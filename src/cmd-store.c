/* cmd-store.c - the database commands that read or move whole benches:
 * import, list, chain, export, copy, delete; and the helpers every database
 * command shares (the setups' commands are cmd-store-setup.c's).  Each command
 * opens the database, does one thing in one transaction, and prints only
 * once it has succeeded. */
#include <config.h>

#include <errno.h>
#include <fcntl.h>
#include <getopt.h>
#include <math.h>
#include <stdio.h>
#include <stdlib.h>
#include <string.h>
#include <sys/stat.h>
#include <unistd.h>

#include <jansson.h>

#include "bench-file.h"
#include "cmd-store.h"
#include "core-diff.h"
#include "core-layout.h"
#include "core-trace.h"
#include "report.h"
#include "util-buf.h"
#include "util-err.h"
#include "util-file.h"

/* ---- shared helpers ---- */

struct store *
cmd_store_open(const struct cmd_ctx *ctx)
{
	char *cause = NULL;
	struct store *s = store_open(ctx->db_path != NULL && ctx->db_path[0] != '\0' ?
	    ctx->db_path : NULL, &cause);

	if (s == NULL) {
		cmd_fail(cause);
		return NULL;
	}
	if (store_readonly(s))
		fprintf(stderr, PROG ": database '%s' is read-only: changes are refused\n",
		    store_path(s));
	return s;
}

struct store *
cmd_store_open_existing(const struct cmd_ctx *ctx)
{
	char *path = ctx->db_path != NULL && ctx->db_path[0] != '\0' ?
	    xstrdup(ctx->db_path) : store_default_path();
	struct stat sb;

	if (stat(path, &sb) != 0 && errno == ENOENT) {
		fprintf(stderr, PROG ": no bench database at '%s' (import a bench first, or "
		    "check --db)\n", path);
		free(path);
		return NULL;
	}
	free(path);
	return cmd_store_open(ctx);
}

int
cmd_store_fail(struct store *s, char *cause)
{
	store_close(s);
	return cmd_fail(cause);
}

void
cmd_bench_ref(struct store *s, const char *arg, char **name, char **rev)
{
	const char *at = strrchr(arg, '@');
	int no;

	*rev = NULL;
	if (at == NULL || store_resolve_rev(s, arg, "draft", &no, NULL) == 0) {
		*name = xstrdup(arg);
		return;
	}
	*name = xstrdup(arg);
	(*name)[at - arg] = '\0';
	*rev = xstrdup(at + 1);
}

char *
cmd_rev_shown(const char *rev, int no)
{
	char tmp[24];

	if (no == 0)
		return xstrdup("draft");
	snprintf(tmp, sizeof tmp, "#%d", no);
	if (rev == NULL || strcmp(rev, tmp) == 0 || strcmp(rev, tmp + 1) == 0)
		return xstrdup(tmp);
	return xasprintf("%s (%s)", rev, tmp);
}

int
cmd_rev_check(const char *rev, char **cause)
{
	const char *p = rev;

	/* setups used to be written r1, r2; the store still reads that for
	 * old callers, but the command line speaks of setups only */
	if (p == NULL || p[0] != 'r' || p[1] < '0' || p[1] > '9')
		return 0;
	for (p++; *p >= '0' && *p <= '9'; p++)
		;
	if (*p != '\0')
		return 0;
	return fail_with(cause, "'%s' is not a setup: setups are numbered, write %s (or #%s)",
	    rev, rev + 1, rev + 1);
}

char *
cmd_draft_words(struct store *s, const char *name, char **cause)
{
	struct store_draft_status ds;

	if (store_draft_status(s, name, &ds, cause) != 0)
		return NULL;
	if (ds.same_as > 0)
		return xasprintf("draft = #%d", ds.same_as);
	if (ds.base > 0)
		return xasprintf("draft: changed since #%d, not recorded", ds.base);
	return xstrdup(ds.latest > 0 ? "draft: changed, not recorded" :
	    "draft: not recorded yet");
}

**DIRECTIONS**
Copy whichever lines in the listing above contain the word "char".

**SOLUTION TO THIS TASK**
	char *cause = NULL;
	char *path = ctx->db_path != NULL && ctx->db_path[0] != '\0' ?
cmd_store_fail(struct store *s, char *cause)
cmd_bench_ref(struct store *s, const char *arg, char **name, char **rev)
	const char *at = strrchr(arg, '@');
char *
cmd_rev_shown(const char *rev, int no)
	char tmp[24];
cmd_rev_check(const char *rev, char **cause)
	const char *p = rev;
char *
cmd_draft_words(struct store *s, const char *name, char **cause)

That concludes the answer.